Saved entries

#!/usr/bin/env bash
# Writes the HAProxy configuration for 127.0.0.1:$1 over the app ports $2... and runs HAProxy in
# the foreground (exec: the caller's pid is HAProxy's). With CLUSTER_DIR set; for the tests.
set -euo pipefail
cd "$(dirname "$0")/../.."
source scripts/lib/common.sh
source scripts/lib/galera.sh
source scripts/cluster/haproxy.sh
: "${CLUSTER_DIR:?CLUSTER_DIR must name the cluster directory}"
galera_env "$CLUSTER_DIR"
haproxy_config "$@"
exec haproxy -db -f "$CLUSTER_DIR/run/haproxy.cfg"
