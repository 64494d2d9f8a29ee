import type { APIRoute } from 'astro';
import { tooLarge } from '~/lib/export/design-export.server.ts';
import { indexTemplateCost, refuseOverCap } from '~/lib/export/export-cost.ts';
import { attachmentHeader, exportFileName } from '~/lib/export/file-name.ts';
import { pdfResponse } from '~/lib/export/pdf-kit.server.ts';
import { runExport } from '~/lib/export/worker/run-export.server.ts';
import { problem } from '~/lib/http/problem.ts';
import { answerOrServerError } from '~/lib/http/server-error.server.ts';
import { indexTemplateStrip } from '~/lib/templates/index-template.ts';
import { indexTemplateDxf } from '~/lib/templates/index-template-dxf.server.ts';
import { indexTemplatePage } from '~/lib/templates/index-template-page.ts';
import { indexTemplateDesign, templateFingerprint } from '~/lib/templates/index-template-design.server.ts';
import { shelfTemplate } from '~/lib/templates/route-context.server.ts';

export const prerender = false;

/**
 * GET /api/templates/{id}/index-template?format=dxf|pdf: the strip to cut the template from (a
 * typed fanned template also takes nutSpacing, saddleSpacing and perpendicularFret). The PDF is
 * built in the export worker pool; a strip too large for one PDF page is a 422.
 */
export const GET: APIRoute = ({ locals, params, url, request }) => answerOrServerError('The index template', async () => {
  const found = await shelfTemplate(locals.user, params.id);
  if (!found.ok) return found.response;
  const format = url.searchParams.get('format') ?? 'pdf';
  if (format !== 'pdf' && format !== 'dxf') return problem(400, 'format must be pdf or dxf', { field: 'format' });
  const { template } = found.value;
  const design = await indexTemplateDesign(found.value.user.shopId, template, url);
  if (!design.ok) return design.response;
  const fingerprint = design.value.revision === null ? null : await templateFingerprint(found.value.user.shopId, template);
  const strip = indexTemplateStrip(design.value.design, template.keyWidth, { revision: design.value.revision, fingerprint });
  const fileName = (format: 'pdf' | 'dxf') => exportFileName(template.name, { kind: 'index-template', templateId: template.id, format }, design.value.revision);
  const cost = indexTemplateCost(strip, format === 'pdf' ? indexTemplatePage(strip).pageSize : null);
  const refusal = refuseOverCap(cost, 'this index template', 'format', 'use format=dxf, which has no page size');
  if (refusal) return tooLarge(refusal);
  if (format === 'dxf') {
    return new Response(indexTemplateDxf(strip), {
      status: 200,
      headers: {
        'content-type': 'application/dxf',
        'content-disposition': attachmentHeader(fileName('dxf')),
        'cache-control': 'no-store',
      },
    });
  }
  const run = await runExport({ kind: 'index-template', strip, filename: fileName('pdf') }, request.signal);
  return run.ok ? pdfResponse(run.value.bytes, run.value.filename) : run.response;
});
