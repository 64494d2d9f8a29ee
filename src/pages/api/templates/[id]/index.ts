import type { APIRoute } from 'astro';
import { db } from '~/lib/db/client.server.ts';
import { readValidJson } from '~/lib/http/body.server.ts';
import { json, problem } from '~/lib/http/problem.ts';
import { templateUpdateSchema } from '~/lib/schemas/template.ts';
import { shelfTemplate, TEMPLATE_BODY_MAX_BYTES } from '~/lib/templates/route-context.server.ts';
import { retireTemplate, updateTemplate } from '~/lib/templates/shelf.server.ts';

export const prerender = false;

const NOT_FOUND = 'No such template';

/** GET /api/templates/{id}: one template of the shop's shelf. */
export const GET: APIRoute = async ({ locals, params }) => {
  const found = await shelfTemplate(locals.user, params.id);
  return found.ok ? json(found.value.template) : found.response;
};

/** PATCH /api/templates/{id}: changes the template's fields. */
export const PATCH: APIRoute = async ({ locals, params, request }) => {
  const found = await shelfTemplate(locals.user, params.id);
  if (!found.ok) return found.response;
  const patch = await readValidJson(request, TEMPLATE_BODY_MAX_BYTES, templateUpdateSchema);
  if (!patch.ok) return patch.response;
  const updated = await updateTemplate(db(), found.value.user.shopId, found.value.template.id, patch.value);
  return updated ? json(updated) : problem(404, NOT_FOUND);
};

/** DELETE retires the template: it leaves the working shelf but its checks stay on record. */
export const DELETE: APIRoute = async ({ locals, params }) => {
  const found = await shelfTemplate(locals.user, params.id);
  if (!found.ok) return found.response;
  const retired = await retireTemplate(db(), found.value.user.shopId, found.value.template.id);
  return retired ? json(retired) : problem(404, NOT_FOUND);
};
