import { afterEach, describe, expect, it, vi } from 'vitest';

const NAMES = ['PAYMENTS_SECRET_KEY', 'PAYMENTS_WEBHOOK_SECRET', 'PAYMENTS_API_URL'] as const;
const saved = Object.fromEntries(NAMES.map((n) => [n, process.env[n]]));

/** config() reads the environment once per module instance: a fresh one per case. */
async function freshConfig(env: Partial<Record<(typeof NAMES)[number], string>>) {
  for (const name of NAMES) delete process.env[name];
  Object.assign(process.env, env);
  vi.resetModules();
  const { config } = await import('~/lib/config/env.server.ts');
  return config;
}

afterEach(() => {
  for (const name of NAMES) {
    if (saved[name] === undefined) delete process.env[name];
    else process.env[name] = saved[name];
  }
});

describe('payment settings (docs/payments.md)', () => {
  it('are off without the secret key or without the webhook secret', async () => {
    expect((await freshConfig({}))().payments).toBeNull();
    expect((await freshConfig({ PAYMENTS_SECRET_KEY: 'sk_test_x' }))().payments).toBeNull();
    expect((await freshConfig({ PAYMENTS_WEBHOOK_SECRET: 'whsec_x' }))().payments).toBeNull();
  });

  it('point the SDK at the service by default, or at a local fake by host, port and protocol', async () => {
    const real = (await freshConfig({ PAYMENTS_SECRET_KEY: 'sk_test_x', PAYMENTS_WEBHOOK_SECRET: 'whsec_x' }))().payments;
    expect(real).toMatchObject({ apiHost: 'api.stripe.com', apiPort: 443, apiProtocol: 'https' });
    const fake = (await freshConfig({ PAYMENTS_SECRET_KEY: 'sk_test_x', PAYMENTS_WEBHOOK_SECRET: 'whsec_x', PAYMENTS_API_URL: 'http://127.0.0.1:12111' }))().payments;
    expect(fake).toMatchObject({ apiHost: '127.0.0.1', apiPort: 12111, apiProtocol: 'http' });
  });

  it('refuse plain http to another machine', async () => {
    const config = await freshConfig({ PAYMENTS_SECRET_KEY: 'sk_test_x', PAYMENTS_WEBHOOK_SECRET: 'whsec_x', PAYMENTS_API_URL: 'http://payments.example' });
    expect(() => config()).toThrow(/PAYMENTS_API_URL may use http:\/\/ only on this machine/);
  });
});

WHAT YOU SHOULD DO: Reproduce all lines from the records above that include the word "apiProtocol".

RESPONSE FOR THIS EXERCISE:
    expect(real).toMatchObject({ apiHost: 'api.stripe.com', apiPort: 443, apiProtocol: 'https' });
    expect(fake).toMatchObject({ apiHost: '127.0.0.1', apiPort: 12111, apiProtocol: 'http' });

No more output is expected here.